*** Opening Source material ***

def plan_blocks(
    panel: xr.Dataset,
    *,
    max_series: int | Auto = "auto",
    window: Duration | Auto = "auto",
    overlap: Duration | Auto = "auto",
    model: str | Path | ModelSpec | None = None,
) -> BlockPlan:
    """Split a Panel into groups of correlated series × overlapping time windows.

    Series are clustered by average linkage (UPGMA) on the distance
    ``1 - |corr|`` of their observed values (:func:`correlation`); the tree
    is cut top-down into subtrees of at most ``max_series`` series, and
    neighbouring subtrees (in the tree's leaf order) are joined while they
    fit. Time is cut into windows of about ``window``, each overlapping its
    neighbours by ``overlap``; the cores between the overlaps partition the
    record.

    Parameters
    ----------
    panel : Dataset
        A Panel.
    max_series : int or "auto"
        Most series in one group; auto: all of them up to
        :data:`AUTO_MAX_SERIES`.
    window, overlap : duration or "auto"
        Window length and the overlap on each side, e.g. ``"60D"`` and
        ``"3D"``. The overlap must span :data:`OVERLAP_PERIODS` periods of the
        spec's shortest seasonal cycle; every window must hold the longest
        cycle. Auto: the smallest allowed overlap, and windows of about
        :data:`AUTO_BLOCK_CELLS` cells per block (one block for a Panel of at
        most :data:`AUTO_SINGLE_BLOCK_CELLS` cells).
    model : spec, path or None
        The spec the blocks will be filled with (as for
        :func:`gapband.filling.fill`); its seasonal cycles bound the overlap
        and the window.

    Returns
    -------
    BlockPlan

    Raises
    ------
    UsageError
        A setting is not a positive whole number or duration, the overlap is
        too short for the spec, or a window too short for its cycles or its
        overlaps.
    SpecError
        A bad spec.
    """
    spec, _ = resolve_spec(panel, model)
    n_series, n_time = panel.sizes["series"], panel.sizes["time"]
    step = step_of(panel)
    small = n_series * n_time <= AUTO_SINGLE_BLOCK_CELLS
    if max_series == "auto":
        size = n_series if small else min(n_series, AUTO_MAX_SERIES)
    else:
        size = _whole("max_series", max_series)
    floor = _overlap_floor(spec, step)[0]
    overlap_steps = floor if overlap == "auto" else _steps("overlap", overlap, step)
    _check_overlap(overlap_steps, spec, step)
    if window == "auto":
        shortest = max(_longest_cycle(spec, step), (AUTO_CORE_OVERLAPS + 2) * overlap_steps)
        window_steps = n_time if small else max(AUTO_BLOCK_CELLS // min(size, n_series), shortest)
    else:
        window_steps = _steps("window", window, step)
    if window_steps <= 2 * overlap_steps:
        raise UsageError(
            f"window {_duration_text(window_steps * step)} must be longer than twice the "
            f"overlap ({_duration_text(overlap_steps * step)} on each side), so that each "
            "window keeps a core of its own; lengthen the window or shorten the overlap"
        )
    windows = _windows(n_time, window_steps, overlap_steps)
    _check_windows(windows, spec, step)
    groups = _groups(correlation(panel), size)
    return BlockPlan(tuple(str(s) for s in panel["series"].values), n_time, groups, windows,
                     size, min(window_steps, n_time), overlap_steps)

*** Closing Source material ***

# [Task prompt]
Please make an exact copy of the entries, down to the last character.

# [Answer to the exercise]
def plan_blocks(
    panel: xr.Dataset,
    *,
    max_series: int | Auto = "auto",
    window: Duration | Auto = "auto",
    overlap: Duration | Auto = "auto",
    model: str | Path | ModelSpec | None = None,
) -> BlockPlan:
    """Split a Panel into groups of correlated series × overlapping time windows.

    Series are clustered by average linkage (UPGMA) on the distance
    ``1 - |corr|`` of their observed values (:func:`correlation`); the tree
    is cut top-down into subtrees of at most ``max_series`` series, and
    neighbouring subtrees (in the tree's leaf order) are joined while they
    fit. Time is cut into windows of about ``window``, each overlapping its
    neighbours by ``overlap``; the cores between the overlaps partition the
    record.

    Parameters
    ----------
    panel : Dataset
        A Panel.
    max_series : int or "auto"
        Most series in one group; auto: all of them up to
        :data:`AUTO_MAX_SERIES`.
    window, overlap : duration or "auto"
        Window length and the overlap on each side, e.g. ``"60D"`` and
        ``"3D"``. The overlap must span :data:`OVERLAP_PERIODS` periods of the
        spec's shortest seasonal cycle; every window must hold the longest
        cycle. Auto: the smallest allowed overlap, and windows of about
        :data:`AUTO_BLOCK_CELLS` cells per block (one block for a Panel of at
        most :data:`AUTO_SINGLE_BLOCK_CELLS` cells).
    model : spec, path or None
        The spec the blocks will be filled with (as for
        :func:`gapband.filling.fill`); its seasonal cycles bound the overlap
        and the window.

    Returns
    -------
    BlockPlan

    Raises
    ------
    UsageError
        A setting is not a positive whole number or duration, the overlap is
        too short for the spec, or a window too short for its cycles or its
        overlaps.
    SpecError
        A bad spec.
    """
    spec, _ = resolve_spec(panel, model)
    n_series, n_time = panel.sizes["series"], panel.sizes["time"]
    step = step_of(panel)
    small = n_series * n_time <= AUTO_SINGLE_BLOCK_CELLS
    if max_series == "auto":
        size = n_series if small else min(n_series, AUTO_MAX_SERIES)
    else:
        size = _whole("max_series", max_series)
    floor = _overlap_floor(spec, step)[0]
    overlap_steps = floor if overlap == "auto" else _steps("overlap", overlap, step)
    _check_overlap(overlap_steps, spec, step)
    if window == "auto":
        shortest = max(_longest_cycle(spec, step), (AUTO_CORE_OVERLAPS + 2) * overlap_steps)
        window_steps = n_time if small else max(AUTO_BLOCK_CELLS // min(size, n_series), shortest)
    else:
        window_steps = _steps("window", window, step)
    if window_steps <= 2 * overlap_steps:
        raise UsageError(
            f"window {_duration_text(window_steps * step)} must be longer than twice the "
            f"overlap ({_duration_text(overlap_steps * step)} on each side), so that each "
            "window keeps a core of its own; lengthen the window or shorten the overlap"
        )
    windows = _windows(n_time, window_steps, overlap_steps)
    _check_windows(windows, spec, step)
    groups = _groups(correlation(panel), size)
    return BlockPlan(tuple(str(s) for s in panel["series"].values), n_time, groups, windows,
                     size, min(window_steps, n_time), overlap_steps)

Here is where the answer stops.